Exercise aim
Below is a listing from which only part is wanted; return exactly the lines from the one with "for sign in" up to and including the one with "score = ndtri(pit[rows])".

────────────────

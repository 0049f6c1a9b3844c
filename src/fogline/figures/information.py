"""Which data set speaks where along log N, and where only the prior does."""

from __future__ import annotations

from typing import Final

import numpy as np
from matplotlib.figure import Figure

from fogline.figures.axis import column_axis, mark_classes, plain_log_ticks
from fogline.figures.inputs import FigureInputs
from fogline.figures.style import (
    MODEL,
    ONE_COLUMN,
    add_note,
    dataset_styles,
    legend_above,
    new_figure,
    styled,
)

LEAST_SHARE: Final = 0.05
"""Data sets that never hold this share are drawn together, as others."""

OTHERS: Final = "0.55"
PRIOR: Final = "0.93"


@styled
def draw(inputs: FigureInputs) -> Figure:
    """Draw the shares in the squared error of log f along log N, stacked, and the error below.

    Parameters
    ----------
    inputs : FigureInputs

    Returns
    -------
    matplotlib.figure.Figure
    """
    table = inputs.tables["information_by_column"]
    log_nhi = np.asarray(table["log_nhi"], float)
    styles = dataset_styles(inputs.fit)
    figure = new_figure(inputs, ONE_COLUMN, 3.6)
    axes, lower = figure.subplots(2, sharex=True, height_ratios=[2.0, 1.0])
    shares, labels, colours = [], [], []
    others = np.zeros(len(table))
    for name, style in styles.items():
        share = np.asarray(table[f"share_{name}"], float)
        if share.max() < LEAST_SHARE:
            others = others + share
            continue
        shares.append(share)
        labels.append(style.label)
        colours.append(style.colour)
    if others.any():
        shares.append(others)
        labels.append("other data sets")
        colours.append(OTHERS)
    shares.append(np.asarray(table["share_prior"], float))
    stack = axes.stackplot(
        log_nhi, shares, labels=[*labels, "prior"], colors=[*colours, PRIOR], linewidth=0.3
    )
    # Colours come round again after some data sets: hatches tell the second round apart.
    for i, area in enumerate(stack[:-1]):
        area.set_edgecolor("white")
        if colours[i] in colours[:i]:
            area.set_hatch("///")
    stack[-1].set_hatch("...")
    stack[-1].set_edgecolor("0.7")
    axes.set_ylim(0.0, 1.0)
    axes.set_ylabel(r"share in the variance of $\log f$")
    for name, line, label in (("sigma", "-", "draws"), ("sigma_linear", ":", "linear")):
        lower.plot(log_nhi, table[name], line, color=MODEL, linewidth=1.0, label=label)
    lower.set_yscale("log")
    plain_log_ticks(lower.yaxis)
    lower.set_ylabel("error [dex]")
    lower.legend(loc="upper left")
    column_axis(lower, inputs)
    mark_classes(lower)
    legend_above(figure, axes)
    z = inputs.fit.setting.distribution.reference_redshift
    add_note(
        figure,
        [
            rf"Of $\log f$ at $z = {z:g}$, from Fisher information at the posterior mean. Where "
            "the prior fills the panel, the band is an assumption.",
        ],
    )
    return figure
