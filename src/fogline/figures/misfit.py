"""Where the fit misses: every row against all the others, and tests of every data set."""

from __future__ import annotations

from typing import Final

import numpy as np
from astropy.table import Table
from matplotlib.axes import Axes
from matplotlib.figure import Figure
from scipy.special import ndtri

from fogline.figures.inputs import FigureInputs
from fogline.figures.style import (
    ONE_COLUMN,
    SMALL,
    WARNING,
    add_note,
    dataset_styles,
    new_figure,
    readable,
    styled,
)
from fogline.trust.discrepancies import TESTS
from fogline.trust.leave_one_out import FARTHEST

SHADES: Final = "Greys"
DARKEST: Final = 4.0
"""σ of the darkest cell."""


@styled
def draw(inputs: FigureInputs) -> Figure:
    """Draw leave-one-out scores along redshift, and the significance of every test.

    Parameters
    ----------
    inputs : FigureInputs

    Returns
    -------
    matplotlib.figure.Figure
    """
    tests = inputs.tables["discrepancies"]
    names = list(dict.fromkeys(data.name for data in inputs.fit.response.datasets))
    figure = new_figure(inputs, ONE_COLUMN, 3.0 + 0.2 * len(names))
    axes, lower = figure.subplots(2, height_ratios=[2.2, 0.2 * len(names) + 0.3])
    _draw_scores(axes, inputs)
    _draw_tests(lower, tests, names)
    level = float(inputs.tables["predictive"].meta["row_level"])
    add_note(
        figure,
        [
            "Above: each row against the fit without it; dashed: the score beyond which a row is "
            f"flagged ($p = {level:.1g}$). Limits are left out. Below: $\\sigma$ of each test; "
            "red: flagged.",
        ],
    )
    return figure


def _draw_scores(axes: Axes, inputs: FigureInputs) -> None:
    table = inputs.tables["predictive"]
    for sigma, shade in ((2.0, "0.95"), (1.0, "0.88")):
        axes.axhspan(-sigma, sigma, facecolor=shade, edgecolor="none", zorder=0)
    level = float(table.meta["row_level"])
    for sign in (-1.0, 1.0):
        axes.axhline(sign * ndtri(0.5 * level), color=WARNING, linewidth=0.7, linestyle="--")
    pit = np.clip(np.asarray(table["loo_pit"], float), FARTHEST, 1.0 - FARTHEST)
    reach = max(3.5, -1.15 * float(ndtri(0.5 * level)))
    for data in inputs.fit.response.datasets:
        rows = np.flatnonzero(np.asarray(table["dataset"]) == data.name)
        rows = rows[data.limit[data.visible] == 0]
        style = dataset_styles(inputs.fit)[data.name]
        score = ndtri(pit[rows])
        reach = max(reach, 1.15 * float(np.abs(score).max(initial=0.0)))
        axes.plot(
            np.asarray(table["z"], float)[rows],
            score,
            style.marker,
            color=style.colour,
            markersize=3.5,
            label=style.label,
            gid=f"data:{style.label}",
        )
    axes.set_ylim(-reach, reach)
    axes.set_xlabel("redshift")
    axes.set_ylabel(r"leave-one-out score [$\sigma$]")


def _draw_tests(axes: Axes, table: Table, names: list[str]) -> None:
    grid = np.full((len(names), len(TESTS)), np.nan)
    for row in table:
        where = names.index(str(row["dataset"])), TESTS.index(str(row["test"]))
        grid[where] = float(row["sigma"])
        axes.text(
            where[1],
            where[0],
            f"{row['sigma']:.1f}",
            ha="center",
            va="center",
            fontsize=SMALL,
            color=WARNING if str(row["flag"]) == "misfit" else "k",
            weight="bold" if str(row["flag"]) == "misfit" else "normal",
        )
    # Pale on purpose: the darkest cell must leave its number readable.
    axes.imshow(grid, cmap=SHADES, vmin=0.0, vmax=2.0 * DARKEST, aspect="auto")
    axes.set_xticks(range(len(TESTS)), TESTS)
    axes.set_yticks(range(len(names)), [readable(name) for name in names])
    axes.tick_params(which="both", length=0.0)
    axes.minorticks_off()
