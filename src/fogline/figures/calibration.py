"""Calibration by simulation: how far ranks of the truth are from uniform, quantity by quantity."""

from __future__ import annotations

from collections.abc import Sequence
from textwrap import shorten
from typing import Any, Final

import numpy as np
from matplotlib.axes import Axes
from matplotlib.figure import Figure
from numpy.typing import ArrayLike, NDArray

from fogline.figures.style import MODEL, SMALL, TWO_COLUMNS, WARNING, add_note, readable, styled
from fogline.trust.ranks import (
    ALPHA,
    UniformBand,
    checked,
    counts_below,
    rank_table,
    uniform_band,
)

Array = NDArray[np.float64]

MOST_PANELS: Final = 24
"""Quantities that are drawn: those whose ranks are the least uniform."""

COLUMNS: Final = 4
PANEL_HEIGHT: Final = 1.15
"""Height of one row of panels [in]."""

NAME_WIDTH: Final = 34
"""Characters of a quantity's name above its panel."""

FINE: Final = 8
"""Points between two ranks, so that colours change where curve and band cross."""


@styled
def draw_calibration(
    ranks: ArrayLike, n_draws: int, names: Sequence[str], alpha: float = ALPHA
) -> Figure:
    """Draw the empirical distribution of ranks less that of uniform ones, in a panel a quantity.

    Parameters
    ----------
    ranks : array_like of int, shape (n_replicates, n_quantities)
        Ranks of the truth, 0 ... `n_draws`; ties broken at random.
    n_draws : int
        Number of independent posterior draws of each replicate.
    names : sequence of str
        Names of the quantities.
    alpha : float
        Chance that any curve of calibrated posteriors leaves its band.

    Returns
    -------
    matplotlib.figure.Figure
        Worst first, at most `MOST_PANELS`; the band is that of all quantities, drawn or not.
    """
    table = rank_table(ranks, n_draws, names, alpha)
    ranks = checked(ranks, n_draws, names)
    band = uniform_band(len(ranks), n_draws, alpha, len(names))
    curves = counts_below(ranks, n_draws) / len(ranks)
    # Many p-values are the smallest that there is: among those the largest excess is the worst.
    excess = np.abs(curves - band.at).max(axis=1)
    worst = np.lexsort((-excess, np.asarray(table["p_uniform"])))[:MOST_PANELS]
    n_columns = min(COLUMNS, len(worst))
    n_rows = -(-len(worst) // n_columns)
    width = TWO_COLUMNS * max(2, n_columns) / COLUMNS
    figure = Figure(figsize=(width, 0.5 + PANEL_HEIGHT * n_rows), layout="constrained")
    grid = figure.subplots(n_rows, n_columns, sharex=True, sharey=True, squeeze=False)
    panels = list(grid.ravel())
    for axes, index in zip(panels, worst, strict=False):
        _draw_panel(axes, curves[index], band)
        _name(axes, names[index], str(table["flag"][index]))
    reach = _reach(curves[worst], band)
    # The words of a flag stand below the curves.
    panels[0].set_ylim(-1.45 * reach if any(table["flag"][worst]) else -reach, reach)
    _dress(panels, len(worst), n_columns)
    add_note(figure, _notes(table.meta, len(worst), len(names)))
    return figure


def _closed(values: Array, start: float, end: float) -> Array:
    return np.concatenate([[start], values, [end]])


def _draw_panel(axes: Axes, curve: Array, band: UniformBand) -> None:
    at = _closed(band.at, 0.0, 1.0)
    lo, hi, found = (_closed(y, 0.0, 1.0) - at for y in (band.lo, band.hi, curve))
    axes.axhline(0.0, color="0.5", linewidth=0.5, zorder=1.0)
    axes.fill_between(at, lo, hi, color="0.85", linewidth=0.0, zorder=0.5)
    x = np.interp(np.arange(FINE * (len(at) - 1) + 1) / FINE, np.arange(len(at)), at)
    y, least, most = (np.interp(x, at, values) for values in (found, lo, hi))
    outside = (y < least - 1e-12) | (y > most + 1e-12)
    axes.plot(x, y, color=MODEL, linewidth=0.9, zorder=2.0, gid="curve")
    if outside.any():
        red = np.where(outside, y, np.nan)
        axes.plot(x, red, color=WARNING, linewidth=1.4, zorder=3.0, gid="outside")


def _name(axes: Axes, name: str, flag: str) -> None:
    axes.set_title(shorten(readable(name), NAME_WIDTH, placeholder=" …"), fontsize=8.0, pad=2.5)
    if flag:
        axes.text(
            0.5,
            0.05,
            flag.replace(", ", ",\n"),
            transform=axes.transAxes,
            ha="center",
            va="bottom",
            color=WARNING,
            fontsize=SMALL,
            linespacing=1.0,
            zorder=4.0,
        )


def _reach(curves: Array, band: UniformBand) -> float:
    ends = (curves - band.at, band.hi - band.at, band.lo - band.at)
    return 1.12 * max(float(np.abs(end).max()) for end in ends)


def _dress(panels: list[Axes], n_drawn: int, n_columns: int) -> None:
    panels[0].set_xlim(0.0, 1.0)
    panels[0].set_xticks([0.25, 0.5, 0.75], ["0.25", "0.5", "0.75"])
    for index, axes in enumerate(panels):
        if index >= n_drawn:
            axes.remove()
            continue
        if index + n_columns >= n_drawn:  # the lowest of its column
            axes.tick_params(axis="x", labelbottom=True)
        if index + n_columns >= len(panels):
            axes.set_xlabel("rank / draws")
        if index % n_columns == 0:
            axes.set_ylabel(r"$\Delta$ share")


def _notes(meta: dict[str, Any], n_drawn: int, n_quantities: int) -> list[str]:
    share = 1.0 - float(meta["alpha"])
    first = (
        "Share of ranks of the truth up to each rank, minus that of uniform ranks; "
        f"{meta['n_replicates']} replicates, {meta['n_draws']} draws each. Shaded: where the curves"
        f" of all {n_quantities} quantities stay with probability {share:g} if posteriors are"
        " calibrated. Red: outside."
    )
    if n_drawn == n_quantities:
        return [first]
    return [first, f"The {n_drawn} least uniform of {n_quantities} quantities, worst first."]
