"""Whether independent samplers say the same."""

from __future__ import annotations

from typing import Final

import numpy as np
from astropy.table import Table
from matplotlib.axes import Axes
from matplotlib.figure import Figure

from fogline.figures.comparison import quantity_label
from fogline.figures.style import (
    COLOURS,
    MARKERS,
    TWO_COLUMNS,
    WARNING,
    add_note,
    readable,
    styled,
)
from fogline.trust.agreement import REFERENCE

SHOWN: Final = ((0.16, "16% quantile"), (0.5, "median"), (0.84, "84% quantile"))

HALF: Final = 0.35
"""Least half width of a panel [σ]."""


@styled
def draw_agreement(table: Table) -> Figure:
    """Draw quantiles of every sampler minus those of the ensembles, in σ of the posterior.

    Parameters
    ----------
    table : astropy.table.Table
        From `fogline.trust.agreement.agreement_table`.

    Returns
    -------
    matplotlib.figure.Figure
    """
    quantities = [q for q in dict.fromkeys(map(str, table["quantity"])) if q != "ln_evidence"]
    figure = Figure(figsize=(TWO_COLUMNS, 1.5 + 0.15 * len(quantities)), layout="constrained")
    panels = figure.subplots(1, len(SHOWN), sharey=True)
    runs = list(dict.fromkeys(zip(map(str, table["sampler"]), table["run"], strict=True)))
    others = [run for run in runs if run[0] != REFERENCE]
    for axes, (quantile, title) in zip(panels, SHOWN, strict=True):
        axes.axvspan(-0.1, 0.1, facecolor="0.93", edgecolor="none", zorder=0)
        axes.axvline(0.0, color="0.5", linewidth=0.6, zorder=0.5)
        for number, run in enumerate(others):
            _draw_run(axes, table, run, quantile, quantities, number, len(others))
        reach = max(HALF, 1.05 * max(abs(x) for x in axes.get_xlim()))
        axes.set_xlim(-reach, reach)
        axes.set_title(title)
    panels[0].set_yticks(range(len(quantities)), [_label(q) for q in quantities])
    panels[0].set_ylim(len(quantities) - 0.5, -0.5)
    for axes in panels:
        axes.tick_params(axis="y", which="both", length=0.0)
    figure.supxlabel(rf"difference from {REFERENCE} [$\sigma$]")
    figure.legend(*panels[0].get_legend_handles_labels(), loc="outside upper center", ncols=3)
    add_note(figure, [*map(str, table.meta["verdicts"]), "Grey: 0.1 σ; bars: Monte Carlo errors."])
    return figure


def _draw_run(
    axes: Axes,
    table: Table,
    run: tuple[str, int],
    quantile: float,
    quantities: list[str],
    number: int,
    n_runs: int,
) -> None:
    chosen = (np.asarray(table["sampler"]) == run[0]) & (np.asarray(table["run"]) == run[1])
    chosen &= np.isclose(np.asarray(table["quantile"], float), quantile)
    rows = table[chosen]
    difference = np.asarray(rows["difference_sigma"], float)
    with np.errstate(divide="ignore", invalid="ignore"):
        error = np.abs(difference / np.asarray(rows["difference_errors"], float))
    y = np.array([quantities.index(str(q)) for q in rows["quantity"]], dtype=float)
    y += 0.6 * (number - 0.5 * (n_runs - 1)) / max(n_runs, 1)
    usable = bool(rows["usable"].all())
    label = readable(run[0]) + (f", run {run[1] + 1}" if n_runs > 1 else "")
    axes.errorbar(
        difference,
        y,
        xerr=np.nan_to_num(error),
        fmt=MARKERS[number % len(MARKERS)],
        color=COLOURS[number % len(COLOURS)] if usable else WARNING,
        markersize=3.0,
        elinewidth=0.8,
        label=label if usable else f"{label} (its runs disagree)",
    )


def _label(key: str) -> str:
    quantity, _, z = key.partition("@")
    return quantity_label(quantity, float(z)) if z else readable(quantity)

────────────────

Solution to the problem
    for sign in (-1.0, 1.0):
        axes.axhline(sign * ndtri(0.5 * level), color=WARNING, linewidth=0.7, linestyle="--")
    pit = np.clip(np.asarray(table["loo_pit"], float), FARTHEST, 1.0 - FARTHEST)
    reach = max(3.5, -1.15 * float(ndtri(0.5 * level)))
    for data in inputs.fit.response.datasets:
        rows = np.flatnonzero(np.asarray(table["dataset"]) == data.name)
        rows = rows[data.limit[data.visible] == 0]
        style = dataset_styles(inputs.fit)[data.name]
        score = ndtri(pit[rows])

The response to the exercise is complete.